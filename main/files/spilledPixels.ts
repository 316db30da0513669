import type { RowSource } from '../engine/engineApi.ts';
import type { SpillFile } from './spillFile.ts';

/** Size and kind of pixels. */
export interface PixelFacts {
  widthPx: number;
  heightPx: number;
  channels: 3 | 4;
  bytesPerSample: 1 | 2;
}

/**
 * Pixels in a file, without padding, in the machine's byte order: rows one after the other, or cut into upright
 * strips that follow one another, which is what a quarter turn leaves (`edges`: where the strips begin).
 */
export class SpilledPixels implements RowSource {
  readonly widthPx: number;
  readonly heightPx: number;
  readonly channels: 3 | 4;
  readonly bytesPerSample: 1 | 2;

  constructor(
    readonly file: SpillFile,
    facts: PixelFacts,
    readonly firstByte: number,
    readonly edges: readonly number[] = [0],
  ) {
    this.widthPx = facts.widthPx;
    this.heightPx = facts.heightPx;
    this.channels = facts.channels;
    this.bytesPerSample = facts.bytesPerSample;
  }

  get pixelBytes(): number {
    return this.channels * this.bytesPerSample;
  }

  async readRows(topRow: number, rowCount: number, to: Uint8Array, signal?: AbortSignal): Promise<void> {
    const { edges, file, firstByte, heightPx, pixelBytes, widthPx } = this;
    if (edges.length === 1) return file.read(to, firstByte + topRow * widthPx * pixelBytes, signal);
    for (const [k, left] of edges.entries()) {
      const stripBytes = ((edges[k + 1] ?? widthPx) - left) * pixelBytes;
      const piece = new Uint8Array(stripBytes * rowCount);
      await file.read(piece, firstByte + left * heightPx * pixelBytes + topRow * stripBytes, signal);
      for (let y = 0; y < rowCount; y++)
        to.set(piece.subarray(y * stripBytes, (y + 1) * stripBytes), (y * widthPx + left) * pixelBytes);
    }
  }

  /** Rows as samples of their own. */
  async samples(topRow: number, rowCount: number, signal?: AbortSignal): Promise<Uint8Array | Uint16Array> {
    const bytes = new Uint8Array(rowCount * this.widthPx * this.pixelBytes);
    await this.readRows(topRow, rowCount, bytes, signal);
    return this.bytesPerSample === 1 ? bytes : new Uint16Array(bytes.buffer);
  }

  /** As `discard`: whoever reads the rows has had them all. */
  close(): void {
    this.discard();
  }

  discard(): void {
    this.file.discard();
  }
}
...
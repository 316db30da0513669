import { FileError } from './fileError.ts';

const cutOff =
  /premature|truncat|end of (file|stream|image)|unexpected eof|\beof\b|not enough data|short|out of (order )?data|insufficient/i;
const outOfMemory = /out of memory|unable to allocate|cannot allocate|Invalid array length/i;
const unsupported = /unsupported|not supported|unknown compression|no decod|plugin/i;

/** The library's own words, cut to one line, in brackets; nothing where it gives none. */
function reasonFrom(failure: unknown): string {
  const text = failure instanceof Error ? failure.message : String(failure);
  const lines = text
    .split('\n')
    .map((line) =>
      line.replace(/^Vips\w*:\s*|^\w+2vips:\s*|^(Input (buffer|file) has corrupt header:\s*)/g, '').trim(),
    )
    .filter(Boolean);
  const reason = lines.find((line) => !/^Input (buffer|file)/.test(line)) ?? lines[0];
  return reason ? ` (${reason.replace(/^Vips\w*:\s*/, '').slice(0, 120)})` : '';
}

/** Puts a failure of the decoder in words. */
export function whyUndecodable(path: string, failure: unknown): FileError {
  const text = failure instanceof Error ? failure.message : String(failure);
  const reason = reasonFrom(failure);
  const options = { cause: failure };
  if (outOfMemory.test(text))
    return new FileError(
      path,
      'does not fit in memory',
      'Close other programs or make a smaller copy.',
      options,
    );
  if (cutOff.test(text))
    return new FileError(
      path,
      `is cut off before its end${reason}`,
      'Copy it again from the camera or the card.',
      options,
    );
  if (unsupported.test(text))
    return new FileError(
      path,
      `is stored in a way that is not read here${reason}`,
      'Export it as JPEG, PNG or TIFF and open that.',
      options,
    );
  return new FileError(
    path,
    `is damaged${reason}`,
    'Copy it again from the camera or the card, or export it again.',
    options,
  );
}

Task: Write out each line of the data that holds the string "function".

Written solution:
function reasonFrom(failure: unknown): string {
export function whyUndecodable(path: string, failure: unknown): FileError {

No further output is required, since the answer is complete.